How to complete this task »
Return verbatim all lines from the first one in the records to the line with "from starkiln.physics.bandtable import", both ends kept.
• • • •
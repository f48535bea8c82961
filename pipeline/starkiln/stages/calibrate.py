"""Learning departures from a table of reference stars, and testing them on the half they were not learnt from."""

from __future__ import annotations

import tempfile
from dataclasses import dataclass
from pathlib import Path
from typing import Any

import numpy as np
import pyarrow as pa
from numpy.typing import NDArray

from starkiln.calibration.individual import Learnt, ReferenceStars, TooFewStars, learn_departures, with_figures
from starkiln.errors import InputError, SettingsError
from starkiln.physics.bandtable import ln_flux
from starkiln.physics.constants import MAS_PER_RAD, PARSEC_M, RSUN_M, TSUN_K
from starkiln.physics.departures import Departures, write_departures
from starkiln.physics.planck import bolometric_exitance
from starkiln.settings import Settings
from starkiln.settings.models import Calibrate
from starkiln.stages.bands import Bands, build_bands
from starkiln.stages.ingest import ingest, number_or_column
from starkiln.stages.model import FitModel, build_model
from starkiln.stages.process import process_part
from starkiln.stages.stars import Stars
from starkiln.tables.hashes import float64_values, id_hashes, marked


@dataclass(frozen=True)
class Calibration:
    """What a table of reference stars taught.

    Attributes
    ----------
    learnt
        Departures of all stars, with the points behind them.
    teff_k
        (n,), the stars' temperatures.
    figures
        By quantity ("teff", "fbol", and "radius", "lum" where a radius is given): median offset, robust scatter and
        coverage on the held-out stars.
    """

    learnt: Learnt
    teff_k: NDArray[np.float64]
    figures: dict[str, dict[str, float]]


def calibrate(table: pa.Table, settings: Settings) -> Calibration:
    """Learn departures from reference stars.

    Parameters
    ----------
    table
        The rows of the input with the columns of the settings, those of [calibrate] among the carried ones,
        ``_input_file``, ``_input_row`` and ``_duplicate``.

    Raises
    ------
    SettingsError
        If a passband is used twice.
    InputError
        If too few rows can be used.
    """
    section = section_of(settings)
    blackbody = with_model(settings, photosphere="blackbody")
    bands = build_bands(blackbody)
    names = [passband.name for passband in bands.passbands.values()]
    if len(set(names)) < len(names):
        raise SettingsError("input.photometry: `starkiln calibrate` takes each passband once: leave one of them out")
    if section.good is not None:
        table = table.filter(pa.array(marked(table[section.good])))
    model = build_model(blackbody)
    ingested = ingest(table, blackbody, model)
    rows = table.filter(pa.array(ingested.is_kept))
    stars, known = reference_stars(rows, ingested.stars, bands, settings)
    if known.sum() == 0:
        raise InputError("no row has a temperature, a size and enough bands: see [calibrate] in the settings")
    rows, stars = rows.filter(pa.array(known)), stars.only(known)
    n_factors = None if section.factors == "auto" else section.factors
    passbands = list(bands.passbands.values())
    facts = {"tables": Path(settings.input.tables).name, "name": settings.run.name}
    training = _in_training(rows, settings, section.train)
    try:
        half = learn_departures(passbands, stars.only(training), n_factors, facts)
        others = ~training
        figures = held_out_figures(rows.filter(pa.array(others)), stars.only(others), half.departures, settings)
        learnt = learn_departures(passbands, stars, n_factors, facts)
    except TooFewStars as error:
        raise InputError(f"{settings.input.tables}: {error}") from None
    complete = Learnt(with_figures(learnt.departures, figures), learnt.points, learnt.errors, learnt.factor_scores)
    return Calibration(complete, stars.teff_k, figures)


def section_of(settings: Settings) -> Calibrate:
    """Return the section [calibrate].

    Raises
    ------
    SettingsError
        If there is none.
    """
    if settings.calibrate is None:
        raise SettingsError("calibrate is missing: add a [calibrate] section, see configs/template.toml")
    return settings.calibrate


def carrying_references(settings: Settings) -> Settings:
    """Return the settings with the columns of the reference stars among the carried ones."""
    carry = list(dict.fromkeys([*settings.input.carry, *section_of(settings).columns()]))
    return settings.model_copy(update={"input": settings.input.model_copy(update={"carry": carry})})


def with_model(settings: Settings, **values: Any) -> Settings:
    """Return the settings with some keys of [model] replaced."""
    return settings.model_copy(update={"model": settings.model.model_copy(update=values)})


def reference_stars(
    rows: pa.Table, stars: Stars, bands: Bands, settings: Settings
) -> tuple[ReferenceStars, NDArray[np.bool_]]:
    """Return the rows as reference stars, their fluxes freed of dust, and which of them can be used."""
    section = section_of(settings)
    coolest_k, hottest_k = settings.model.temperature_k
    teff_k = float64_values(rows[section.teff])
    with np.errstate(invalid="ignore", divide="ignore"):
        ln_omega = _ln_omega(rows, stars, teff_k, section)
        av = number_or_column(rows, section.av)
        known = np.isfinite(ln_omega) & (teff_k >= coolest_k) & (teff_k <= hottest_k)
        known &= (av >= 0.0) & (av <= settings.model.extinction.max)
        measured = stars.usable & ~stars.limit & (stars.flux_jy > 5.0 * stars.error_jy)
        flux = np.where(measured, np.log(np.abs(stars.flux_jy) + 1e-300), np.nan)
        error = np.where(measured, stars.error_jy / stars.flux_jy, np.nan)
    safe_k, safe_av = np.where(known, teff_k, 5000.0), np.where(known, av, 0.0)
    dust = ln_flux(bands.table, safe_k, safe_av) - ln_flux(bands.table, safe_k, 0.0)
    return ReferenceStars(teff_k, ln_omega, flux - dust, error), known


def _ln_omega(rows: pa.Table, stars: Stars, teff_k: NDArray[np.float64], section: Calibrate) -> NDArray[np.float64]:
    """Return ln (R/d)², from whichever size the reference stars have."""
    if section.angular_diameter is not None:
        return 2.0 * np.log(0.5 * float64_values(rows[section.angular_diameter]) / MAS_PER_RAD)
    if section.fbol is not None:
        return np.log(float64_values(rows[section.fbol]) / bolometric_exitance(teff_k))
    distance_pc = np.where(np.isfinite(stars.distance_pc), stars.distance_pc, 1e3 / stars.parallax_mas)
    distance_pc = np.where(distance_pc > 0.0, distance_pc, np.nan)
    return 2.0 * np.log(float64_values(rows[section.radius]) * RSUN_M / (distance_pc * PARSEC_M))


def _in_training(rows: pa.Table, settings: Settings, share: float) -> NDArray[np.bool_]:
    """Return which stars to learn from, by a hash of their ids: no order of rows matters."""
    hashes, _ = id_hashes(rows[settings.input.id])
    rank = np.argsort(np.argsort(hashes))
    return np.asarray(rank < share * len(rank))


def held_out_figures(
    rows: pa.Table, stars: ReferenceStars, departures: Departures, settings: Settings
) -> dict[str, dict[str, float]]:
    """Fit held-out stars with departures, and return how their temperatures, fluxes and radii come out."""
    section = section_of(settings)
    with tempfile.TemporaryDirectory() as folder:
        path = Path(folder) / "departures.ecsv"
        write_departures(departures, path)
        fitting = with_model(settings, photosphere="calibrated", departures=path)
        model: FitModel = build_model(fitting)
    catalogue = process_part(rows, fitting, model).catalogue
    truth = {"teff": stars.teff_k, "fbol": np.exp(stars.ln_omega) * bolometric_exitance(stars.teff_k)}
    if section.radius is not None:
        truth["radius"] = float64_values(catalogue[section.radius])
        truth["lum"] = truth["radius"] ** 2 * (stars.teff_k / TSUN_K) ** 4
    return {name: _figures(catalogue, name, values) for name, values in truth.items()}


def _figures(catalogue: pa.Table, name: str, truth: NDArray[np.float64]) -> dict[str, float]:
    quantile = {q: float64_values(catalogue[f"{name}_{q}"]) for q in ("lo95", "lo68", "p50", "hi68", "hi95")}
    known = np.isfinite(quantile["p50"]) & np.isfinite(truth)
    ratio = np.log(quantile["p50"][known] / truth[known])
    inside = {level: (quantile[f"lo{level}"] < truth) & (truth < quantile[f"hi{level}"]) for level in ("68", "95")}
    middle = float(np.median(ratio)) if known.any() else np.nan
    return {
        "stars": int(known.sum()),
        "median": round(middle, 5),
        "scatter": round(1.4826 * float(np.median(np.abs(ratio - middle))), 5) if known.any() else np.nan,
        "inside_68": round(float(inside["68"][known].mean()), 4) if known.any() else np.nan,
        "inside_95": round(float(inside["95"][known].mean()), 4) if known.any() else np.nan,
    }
• • • •
Response to this exercise »
repository f48535bea8c82961
filename pipeline/starkiln/stages/calibrate.py
"""Learning departures from a table of reference stars, and testing them on the half they were not learnt from."""

from __future__ import annotations

import tempfile
from dataclasses import dataclass
from pathlib import Path
from typing import Any

import numpy as np
import pyarrow as pa
from numpy.typing import NDArray

from starkiln.calibration.individual import Learnt, ReferenceStars, TooFewStars, learn_departures, with_figures
from starkiln.errors import InputError, SettingsError
from starkiln.physics.bandtable import ln_flux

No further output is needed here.